=== How to complete this task ===
Output exactly the span of lines beginning with the one that holds "for (const [k, hz]" and ending with the last line of the data below.

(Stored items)
^^^^

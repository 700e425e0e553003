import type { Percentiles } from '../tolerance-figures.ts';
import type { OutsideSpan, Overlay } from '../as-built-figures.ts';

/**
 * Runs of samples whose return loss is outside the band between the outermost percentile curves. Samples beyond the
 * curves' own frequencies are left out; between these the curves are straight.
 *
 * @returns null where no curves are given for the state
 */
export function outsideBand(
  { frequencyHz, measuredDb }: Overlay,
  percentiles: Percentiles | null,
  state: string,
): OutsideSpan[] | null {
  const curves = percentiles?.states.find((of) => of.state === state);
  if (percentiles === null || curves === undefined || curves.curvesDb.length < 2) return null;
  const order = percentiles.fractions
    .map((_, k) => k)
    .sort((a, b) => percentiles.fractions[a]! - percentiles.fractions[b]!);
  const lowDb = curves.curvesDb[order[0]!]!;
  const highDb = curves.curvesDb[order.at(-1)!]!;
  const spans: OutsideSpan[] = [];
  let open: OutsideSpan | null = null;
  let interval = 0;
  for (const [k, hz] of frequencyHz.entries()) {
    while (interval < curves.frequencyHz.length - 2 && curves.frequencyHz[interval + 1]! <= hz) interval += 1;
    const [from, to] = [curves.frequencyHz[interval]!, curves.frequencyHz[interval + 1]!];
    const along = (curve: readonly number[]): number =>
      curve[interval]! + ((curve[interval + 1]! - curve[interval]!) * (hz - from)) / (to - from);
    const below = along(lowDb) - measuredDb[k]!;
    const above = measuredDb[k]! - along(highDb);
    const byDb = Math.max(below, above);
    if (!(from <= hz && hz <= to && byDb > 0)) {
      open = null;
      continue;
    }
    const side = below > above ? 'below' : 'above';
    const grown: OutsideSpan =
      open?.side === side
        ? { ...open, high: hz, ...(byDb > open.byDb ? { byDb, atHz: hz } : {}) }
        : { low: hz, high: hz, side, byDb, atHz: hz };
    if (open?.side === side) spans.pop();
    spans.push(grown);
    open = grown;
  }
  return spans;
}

^^^^

=== Expected answer ===
  for (const [k, hz] of frequencyHz.entries()) {
    while (interval < curves.frequencyHz.length - 2 && curves.frequencyHz[interval + 1]! <= hz) interval += 1;
    const [from, to] = [curves.frequencyHz[interval]!, curves.frequencyHz[interval + 1]!];
    const along = (curve: readonly number[]): number =>
      curve[interval]! + ((curve[interval + 1]! - curve[interval]!) * (hz - from)) / (to - from);
    const below = along(lowDb) - measuredDb[k]!;
    const above = measuredDb[k]! - along(highDb);
    const byDb = Math.max(below, above);
    if (!(from <= hz && hz <= to && byDb > 0)) {
      open = null;
      continue;
    }
    const side = below > above ? 'below' : 'above';
    const grown: OutsideSpan =
      open?.side === side
        ? { ...open, high: hz, ...(byDb > open.byDb ? { byDb, atHz: hz } : {}) }
        : { low: hz, high: hz, side, byDb, atHz: hz };
    if (open?.side === side) spans.pop();
    spans.push(grown);
    open = grown;
  }
  return spans;
}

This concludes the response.